Michal Paszkiewicz
#3 year of languages - go
So, I decided to try go - a cool programming language developed by google.
This language has been on my mind ever since some silly recruiter tried to recruit me for a golang job after looking through my github repositories and stumbling on the "go" project. He clearly hadn't looked very carefully, because:
- It wasn't written with golang - it was an implementation of the game "go"
- A large part of the functionality has been broken since before then, due to the PeerJS maintainers discontinuing their service and the fact I have been to lazy to fix it up
I've decided to confuse matters a little more - I've written a crude console app for playing the game "go" in golang.

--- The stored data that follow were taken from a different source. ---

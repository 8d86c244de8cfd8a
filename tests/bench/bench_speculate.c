/* bench_speculate.c: what one scan for stragglers (broker/speculate.h)
 * costs the broker's loop with many workers: N workers of one slot, each
 * running one job that is long overdue, N more idle ones with credits; one
 * broker_speculate_turn starts BROKER_SPECULATE_MAX copies. Prints the
 * median scan time over repeats (a fresh broker each time, no sockets).
 * Usage: bench_speculate [N (default 1000)] [repeats (default 7)] */
#include <stdio.h>
#include <stdlib.h>
#include <string.h>

#include "broker/client_io.h"
#include "broker/core.h"
#include "broker/dispatch.h"
#include "broker/speculate.h"
#include "broker/timing.h"
#include "broker/worker_io.h"
#include "common/clock.h"

static void s_worker(broker_t *b, const char *name, uint32_t credits)
{
    proto_plugin_info_t pi = {.name = (char *)"spin", .version = (char *)"1.0", .objectives = 2};
    proto_hello_t h = {.name = (char *)name, .host = (char *)"h", .arch = (char *)"x86_64",
                       .slots = 1, .n_plugins = 1, .plugins = &pi};
    broker_worker_t *w = broker_worker_on_hello(b, (const uint8_t *)name, strlen(name), &h);
    broker_registry_add_credits(&b->registry, w, credits);
    for (int i = 0; i < BROKER_TIMING_SAMPLES; i++) /* a worker that has run a while */
        broker_timing_add(&w->timing[0], 0.010 + 1e-4 * (i % 7));
}

static int s_cmp(const void *a, const void *c)
{
    double x = *(const double *)a, y = *(const double *)c;
    return (x > y) - (x < y);
}

int main(int argc, char **argv)
{
    int n = argc > 1 ? atoi(argv[1]) : 1000, repeats = argc > 2 ? atoi(argv[2]) : 7;
    double *us = calloc((size_t)repeats, sizeof *us);
    for (int r = 0; r < repeats; r++) {
        broker_t *b = calloc(1, sizeof *b);
        broker_core_init(b, 5000, 1000, 3, NULL);
        char name[32];
        for (int i = 0; i < n; i++) {
            snprintf(name, sizeof name, "busy%d", i);
            s_worker(b, name, 1);
        }
        double *g = calloc((size_t)n, sizeof *g);
        proto_item_t *items = calloc((size_t)n, sizeof *items);
        for (int i = 0; i < n; i++) {
            g[i] = i;
            items[i] = (proto_item_t){.tag = (uint64_t)i, .genome_len = 8, .genome = (uint8_t *)&g[i]};
        }
        proto_submit_t s = {.run_id = (char *)"r", .run_seed = 1, .batch_tag = 1,
                            .plugin = (char *)"spin", .params = (char *)"{}",
                            .n_items = (uint32_t)n, .items = items};
        broker_client_submit(b, (const uint8_t *)"c", 1, "local", &s);
        broker_dispatch_turn(b);
        for (int i = 0; i < n; i++) {
            snprintf(name, sizeof name, "idle%d", i);
            s_worker(b, name, 4);
        }
        broker_plugin_t *p = broker_catalog_first(&b->catalog, "spin");
        for (int i = 0; i < 31; i++)
            broker_timing_add(&p->timing, 0.010);
        b->now_ms += 10000;
        int64_t t0 = common_clock_us();
        broker_speculate_turn(b);
        us[r] = (double)(common_clock_us() - t0);
        if (b->spec.n != BROKER_SPECULATE_MAX)
            fprintf(stderr, "bench_speculate: %u copies, expected %d\n", b->spec.n,
                    BROKER_SPECULATE_MAX);
        broker_core_fini(b);
        free(b);
        free(items);
        free(g);
    }
    qsort(us, (size_t)repeats, sizeof *us, s_cmp);
    printf("scan_with_%d_busy_and_%d_idle_workers: %.0f us (median of %d; min %.0f, max %.0f)\n",
           n, n, us[repeats / 2], repeats, us[0], us[repeats - 1]);
    free(us);
    return 0;
}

I followed the following tutorials:
What I like about go
I really like being able to easily return multiple values from a single function. It feels very neat.
package main
import "fmt"
func getSomeNumbers() (int, int, int){
return 6, 9, 42
}
func main(){
a, b, c := getSomeNumbers()
fmt.Println(a, b, c)
}
I also like the way errors are handled in go. Developing in go felt like I was forced to think about what I should do if an error occurs - I wasn't allowed to leave it till later (and obviously forget about it). They have clearly thought this aspect out and I look forward to seeing other languages eventually adopt this approach.
Furthermore, I enjoyed the tooling available in Visual Studio Code for go. It was ridiculously annoying at first, popping up at the top with suggestions for things I should download and not understanding that when I closed these suggestions, I wanted them to stay closed. However, I eventually succumbed to the pressure and downloaded all these extra things. They instantly improved my productivity and I can say they changed development in go from an interesting project to a whole load of fun.